## HOW TO COMPLETE THIS TASK
Only the number is wanted: state how many lines of the data below contain the word "return".

Collected data entries
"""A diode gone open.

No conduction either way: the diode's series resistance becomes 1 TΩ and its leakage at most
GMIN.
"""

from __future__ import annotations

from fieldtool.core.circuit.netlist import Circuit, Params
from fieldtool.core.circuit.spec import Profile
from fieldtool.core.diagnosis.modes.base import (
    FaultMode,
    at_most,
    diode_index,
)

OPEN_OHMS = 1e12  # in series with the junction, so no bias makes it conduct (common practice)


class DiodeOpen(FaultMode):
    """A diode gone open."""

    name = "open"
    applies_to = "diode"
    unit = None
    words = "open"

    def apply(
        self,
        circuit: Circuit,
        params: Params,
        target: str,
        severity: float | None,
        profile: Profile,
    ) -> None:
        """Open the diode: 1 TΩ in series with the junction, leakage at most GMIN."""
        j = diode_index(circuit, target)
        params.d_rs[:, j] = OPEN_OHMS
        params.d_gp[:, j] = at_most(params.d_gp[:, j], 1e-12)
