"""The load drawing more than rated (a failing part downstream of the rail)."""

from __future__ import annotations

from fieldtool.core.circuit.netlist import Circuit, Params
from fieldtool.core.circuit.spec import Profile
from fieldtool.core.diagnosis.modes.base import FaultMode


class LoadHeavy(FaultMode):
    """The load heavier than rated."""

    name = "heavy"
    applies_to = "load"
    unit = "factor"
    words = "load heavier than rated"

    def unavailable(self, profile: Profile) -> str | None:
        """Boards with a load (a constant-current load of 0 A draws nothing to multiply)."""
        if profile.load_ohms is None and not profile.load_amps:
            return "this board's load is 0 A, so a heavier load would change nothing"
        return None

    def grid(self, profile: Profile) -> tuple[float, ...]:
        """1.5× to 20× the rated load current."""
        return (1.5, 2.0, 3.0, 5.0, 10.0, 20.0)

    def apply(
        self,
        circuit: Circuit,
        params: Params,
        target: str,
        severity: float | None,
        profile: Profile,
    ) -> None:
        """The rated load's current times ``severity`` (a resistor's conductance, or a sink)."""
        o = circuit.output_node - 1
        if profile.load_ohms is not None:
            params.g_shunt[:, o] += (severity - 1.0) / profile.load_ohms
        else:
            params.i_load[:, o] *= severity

## ANSWER SPACE
3